Thresholding converts a grayscale image into a binary image by comparing every pixel to a specific threshold value $m$ (or $k$ ) .

s = {\begin{cases} 1 & If r \geq m \\ 0 & If r < m \end{cases}

Process: If a pixel's intensity is greater than or equal to the threshold, it is mapped to 1 (or 255/White). If it is below the threshold, it is mapped to 0 (Black) .

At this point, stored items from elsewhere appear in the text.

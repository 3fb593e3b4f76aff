namespace NetFault;

/// <summary>What <see cref="NetworkFile.Check(string)"/> found: a network or the reasons why there is none, and all that is odd.</summary>
public sealed class NetworkFileResult
{
    internal NetworkFileResult(Network? network, IReadOnlyList<Diagnostic> diagnostics)
    {
        Network = network;
        Diagnostics = diagnostics;
    }

    /// <summary>The network; null where a diagnostic is an error.</summary>
    public Network? Network { get; }

    /// <summary>
    /// Every problem in the order of the file, warnings included; at most <see cref="NetworkFile.MaximumProblems"/> where there is an error,
    /// and then one more that says so.
    /// </summary>
    public IReadOnlyList<Diagnostic> Diagnostics { get; }
}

To see numerical examples, here

Summary

Transformation Type	Mathematical Formula	Behavior / Characteristics	Primary Application
Image Negative (Linear)	$s = L - 1 - r$	Reverses the intensity levels of an image.	Enhancing white or gray details embedded in large dark/black regions (e.g., medical X-rays).
Logarithmic	$s = c \times \log (1 + r)$	Expands a narrow range of dark input values while compressing higher-level values.	Revealing hidden details in images with massive dynamic ranges, like the Fourier spectrum.
Power-Law (Gamma)	$s = c \times r^{γ}$	Maps values based on an exponent. • $γ < 1$ : Lightens image (expands darks). • $γ > 1$ : Darkens image (expands brights).	Gamma Correction: Preconditioning images to display correctly on monitors that do not respond linearly to intensity.
Contrast Stretching (Piecewise-Linear)	$I_{n e w} = (I - M i n) \frac{N e w M a x - N e w M i n}{M a x - M i n} + N e w M i n$	Stretches the original intensity range to span a new, wider target range (usually $0$ to $255$ ).	Normalizing images with poor illumination or fixing low dynamic range sensor captures.
Thresholding (Piecewise-Linear)	$s = 1 if r \geq m$ $s = 0 if r < m$	Maps pixels above a threshold $m$ to White (1/255) and below to Black (0).	Binarizing an image to segment or isolate specific objects from the background.
(Note: $r$ is the input intensity, $s$ is the output intensity, $L$ is the number of intensity levels, $c$ is a scaling constant, and $m$ is the threshold value).